Given this, our results indicate that OTC may select ARB and promote the increase of ARG abundance, namely the tetA, although this increase is exposure time dependent. In fact, previous works reported that low concentrations such as 1 to 15 µg/L of TET may increase the abundance of resistance genes [60,64]. Moreover, it was also reported that the selection of tet resistance genes, also observed in this work, may also allow the coselection of ARGs to other antibiotics [60,65]. For instance, it was demonstrated that the coselection of tetA with sul2 and bla is possible due to the location of these genes in the same mobile genetic elements (e.g., plasmids) [65].

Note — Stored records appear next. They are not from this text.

/** The answers to the `find` questions on the dense output, as bindings (in the unit each asks for). */
function answer(core: Integrated): Pick<SimulationCore, 'answers' | 'bindings' | 'reasons'> {
  const tr = core.run.trajectory;
  const answers: Answer[] = [];
  const bindings = new Map<string, Binding>();
  const reasons = new Map<string, string>();
  const give = (find: Find, given: Quantity, markAt?: number, markValue?: number) => {
    const q = shownAs(given, find.q.unit, find.unitPath);
    bindings.set(find.name, { kind: 'value', q, sig: quantitySig(q) });
    answers.push({ find, q, markAt, markValue });
  };
  for (const fq of core.finds) {
    const [a, b] = fq.span;
    const law = core.laws[fq.si];
    switch (fq.kind) {
      case 'crossing': {
        const dir = fq.q.direction ?? 'either';
        const all = crossings(tr, fq.si, fq.level!.si, a, b).filter((c) => dir === 'either' || c.direction === dir);
        const c = all[(fq.q.occurrence ?? 1) - 1];
        if (c) {
          give(fq, timeOf(core, c.t), c.t, fq.level!.si);
        } else {
          const end = fq.q.to === undefined ? 'the end of the run' : 'the end of the window';
          const message = `not reached: no ${fq.state} ${CROSSING_NOUN[dir]} ${crossingLevel(fq)}${windowText(core, fq)} by ${end} (${describe(timeOf(core, b))})`;
          reasons.set(fq.name, `"${fq.name}" was ${message}`);
          answers.push({ find: fq, missing: message });
        }
        break;
      }
      case 'maximum': case 'minimum': case 'timeOfMaximum': case 'timeOfMinimum': {
        const sign = fq.kind === 'maximum' || fq.kind === 'timeOfMaximum' ? 1 : -1;
        const e = extreme(tr, fq.si, sign, a, b)!;
        give(fq, fq.kind.startsWith('time') ? timeOf(core, e.t) : stateValue(core, fq.si, e.value), e.t, e.value);
        break;
      }
      case 'valueOf': {
        const v = valueOfAt(tr, fq.si, fq.atT!)!;
        give(fq, stateValue(core, fq.si, v), fq.atT!, v);
        break;
      }
      case 'integralOf': {
        const area = integralOver(tr, fq.quadrature, a, b)!;
        give(fq, { si: area, dim: mulDim(law.initial.dim, TIME), unit: areaUnit(law.stateUnit, core.timeUnit) });
        break;
      }
      case 'timeAbove': case 'timeBelow':
        give(fq, timeOf(core, timeBeyond(tr, fq.si, fq.level!.si, fq.kind === 'timeAbove' ? 1 : -1, a, b)));
        break;
    }
  }
  return { answers, bindings, reasons };
}

/** An area's unit (the state's difference unit times the run's time unit), cached by the two units' identity: units are immutable, and a what-if loop asks on every run. */
const areaUnits = new WeakMap<DisplayUnit, WeakMap<DisplayUnit, DisplayUnit>>();

function areaUnit(state: DisplayUnit, time: DisplayUnit): DisplayUnit {
  let byTime = areaUnits.get(state);
  if (!byTime) {
    byTime = new WeakMap();
    areaUnits.set(state, byTime);
  }
  let unit = byTime.get(time);
  if (!unit) {
    unit = mulUnits(deltaUnit(state), time);
    byTime.set(time, unit);
  }
  return unit;
}

/** A crossing in words, by direction: as a question ("T falls through 21 degC") and as a thing not found ("no T falling through"). */
const CROSSING_VERB = { up: 'rises through', down: 'falls through', either: 'crosses' } as const;
const CROSSING_NOUN = { up: 'rising through', down: 'falling through', either: 'crossing' } as const;

/** The level a crossing asks about, with its occurrence when not the first. */
function crossingLevel(fq: Find): string {
  return `${describe(fq.level!)}${(fq.q.occurrence ?? 1) > 1 ? `, occurrence ${fq.q.occurrence}` : ''}`;
}

/** A question's window in words (" from 60 h to 72 h"), or nothing when it asks over the whole run. */
function windowText(core: Pick<SimulationCore, 'timeUnit'>, fq: Find): string {
  const [a, b] = fq.span;
  return fq.q.from !== undefined || fq.q.to !== undefined ? ` from ${describe(timeOf(core, a))} to ${describe(timeOf(core, b))}` : '';
}

/** A `find` question in words, as the summary and the sheet put it: "T falls through 21 degC". */
export function questionText(core: Pick<SimulationCore, 'timeUnit'>, fq: Find): string {
  const inWindow = windowText(core, fq);
  switch (fq.kind) {
    case 'crossing': {
      const dir = fq.q.direction ?? 'either';
      return `${fq.state} ${CROSSING_VERB[dir]} ${crossingLevel(fq)}${inWindow}`;
    }
    case 'maximum': case 'minimum': case 'timeOfMaximum': case 'timeOfMinimum': {
      const sign = fq.kind === 'maximum' || fq.kind === 'timeOfMaximum' ? 1 : -1;
      return `${fq.kind.startsWith('time') ? 'time of the ' : ''}${sign > 0 ? 'largest' : 'smallest'} ${fq.state}${inWindow}`;
    }
    case 'valueOf':
      return `${fq.state} at ${describe(timeOf(core, fq.atT!))}`;
    case 'integralOf':
      return `area under ${fq.state}${inWindow}`;
    case 'timeAbove': case 'timeBelow':
      return `time with ${fq.state} ${fq.kind === 'timeAbove' ? 'above' : 'below'} ${describe(fq.level!)}${inWindow}`;
    default:
      return '';
  }
}


/** A temperature reading used as a tolerance means a difference of that many degrees. */
function differenceSize(q: Quantity): number {
  if (q.temp !== 'point') return q.si;
  return valueIn(q, q.unit) * unitFactor(q.unit);
}
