/**
 * A simulate cell: integrates the named rate laws (and the laws coupled to them) from `from`
 * to `to` through the schedule of events, then answers the `find` queries on the dense
 * output. One graph node; it defines the names of its `find` entries. The numbers come from
 * `simulate-core.ts`, the report from `simulate-report.ts`; a what-if run skips the report.
 */
import type { SimulateCell } from '../study/types.ts';
import { FIND_KINDS } from '../study/types.ts';
import type { CellError, GraphNode, Outcome, RunContext, Use } from '../engine/node.ts';
import type { NodeOutput } from '../engine/report.ts';
import { cellRef } from '../engine/node.ts';
import { field, usesOf, guarded } from './fields.ts';
import { type CoreMemo, type Fields, DEFAULT_RTOL, simulateCore } from './simulate-core.ts';
import { simulationOutput } from './simulate-report.ts';
import { runModelNode } from './run-model.ts';

/**
 * Two nodes: the run, and its model for fits through it (`run-model.ts`, the cell's reference
 * `#id`, made from the run's inputs alone). The graph adds the measurements of its states (`pullsMeasurements`), which its plot shows. */
export function simulateNodes(cell: SimulateCell, at: string): Array<GraphNode<NodeOutput<'simulate'>>> {
  const problems: CellError[] = [];
  const f: Fields = { events: [], finds: [] };
  const opt = (v: unknown, path: string) => (v === undefined ? undefined : field(v, path, problems));
  f.from = field(cell.from, `${at}.from`, problems);
  f.to = field(cell.to, `${at}.to`, problems);
  f.step = opt(cell.step, `${at}.step`);
  f.atol = opt(cell.tolerance?.absolute, `${at}.tolerance.absolute`);
  const refs: Use[] = [];
  const rates = Array.isArray(cell.rates) ? cell.rates : [];
  rates.forEach((r, i) => { if (typeof r === 'string') refs.push({ name: cellRef(r), path: `${at}.rates[${i}]` }); });
  (Array.isArray(cell.events) ? cell.events : []).forEach((e, i) => {
    const p = `${at}.events[${i}]`;
    const kind = (['add', 'set', 'infuse'] as const).find((k) => e && Object.prototype.hasOwnProperty.call(e, k)) ?? 'add';
    const targets = Object.entries((e?.[kind] ?? {}) as Record<string, unknown>).map(([name, v]) => {
      refs.push({ name, path: `${p}.${kind}`, readsStates: true });
      return { name, value: field(v, `${p}.${kind}.${name}`, problems) };
    });
    // a count written as text is an expression (a number stays a number)
    const count = typeof e?.count === 'string' ? field(e.count, `${p}.count`, problems) : undefined;
    f.events.push({ at: opt(e?.at, `${p}.at`), every: opt(e?.every, `${p}.every`), count, for: opt(e?.for, `${p}.for`), targets, kind, raw: e });
  });
  const defines = (Array.isArray(cell.find) ? cell.find : []).flatMap((q, i) => {
    const p = `${at}.find[${i}]`;
    const kind = FIND_KINDS.find((k) => q && Object.prototype.hasOwnProperty.call(q, k));
    if (kind && typeof q[kind] === 'string') refs.push({ name: q[kind] as string, path: `${p}.${kind}`, readsStates: true });
    f.finds.push({ q, kind, level: opt(q?.level, `${p}.level`), at: opt(q?.at, `${p}.at`), from: opt(q?.from, `${p}.from`), to: opt(q?.to, `${p}.to`) });
    return typeof q?.name === 'string' ? [{ name: q.name, path: `${p}.name` }] : [];
  });
  const memo: CoreMemo = {};
  // an event's amounts under add and infuse can read states (and are refused when they do);
  // every other field is a time, a level or a tolerance, where a state's name is a unit's
  const amounts = f.events.flatMap((e) => e.targets.map((t) => ({ value: t.value, states: e.kind !== 'set' })));
  const all = [f.from, f.to, f.step, f.atol, ...f.events.flatMap((e) => [e.at, e.every, e.count, e.for]), ...amounts.filter((a) => !a.states).map((a) => a.value),
    ...f.finds.flatMap((q) => [q.level, q.at, q.from, q.to])];
  const uses = [...usesOf(all), ...usesOf(amounts.filter((a) => a.states).map((a) => a.value), { states: true }), ...refs];
  return [{
    key: `${cell.id}/simulate`,
    cell: cell.id,
    defines,
    uses,
    allowsTime: true,
    pullsCoupledLaws: true,
    pullsMeasurements: true,
    accuracy: runAccuracy(cell),
    // the band is drawn from an uncertainty cell's samples: showing it runs nothing here
    signature: JSON.stringify({ ...cell, band: undefined }),
    problems,
    run: (ctx) => guarded(() => runSimulation(cell, at, f, ctx, memo)),
  }, runModelNode(cell, at, f, uses, problems)];
}

/** A run's answers are good to its relative tolerance (read as the core reads it); a fixed step bounds nothing. */
function runAccuracy(cell: SimulateCell): number {
  if (cell.method === 'euler' || cell.method === 'heun' || cell.method === 'rk4') return NaN;
  const rtol = cell.tolerance?.relative;
  return typeof rtol === 'number' && rtol > 0 ? rtol : DEFAULT_RTOL;
}

function runSimulation(cell: SimulateCell, at: string, f: Fields, ctx: RunContext, memo: CoreMemo): Outcome<NodeOutput<'simulate'>> {
  const core = simulateCore(cell, at, f, ctx, memo);
  if (!core) return { ok: true, bindings: new Map(), output: { computed: false, message: 'checked; run the study to simulate' } };
  // a what-if run wants the answers alone: no report, plot or text
  if (ctx.mode === 'what-if') return { ok: true, bindings: core.bindings, output: {}, reasons: core.reasons };
  return { ok: true, bindings: core.bindings, output: simulationOutput(core, ctx.bindingsOf('measured').flatMap((b) => b.series)), reasons: core.reasons };
}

Hence, the use of culture-independent methods might be a useful methodology to complement the culture-dependent methods. This integrated approach may allow a better understanding of the antibiotic role in the selection of ARB and ARGs.

4. Conclusions

Our results indicate that the selection of TET-resistant bacteria from fish skin and water occurred. Even though significant results were only observed in water samples at 5 dPE in GSP medium, the total counts of tetracycline-resistant bacteria were consistently higher in OTC-exposed samples than control (nonexposed water and fish skin). The prevalence of Pseudomonas and Stenotrophomonas may be related with the expression of intrinsic resistance mechanisms. Regarding ARGs, no tet or integrase encoding genes were detected in our isolates. Analysis of susceptibility to other antibiotics revealed the occurrence of multidrug-resistant (MDR) isolates in samples exposed to the antibiotic. In addition, the pathogenicity test revealed that these MDR bacteria may induce mortality in zebrafish embryos. The tetA gene was enriched in samples exposed to the highest antibiotic concentration (10 µg/mL).

This study emphasizes the impact of antibiotics on the aquatic environment, particularly their role in the selection of potential antibiotic-resistant pathogens.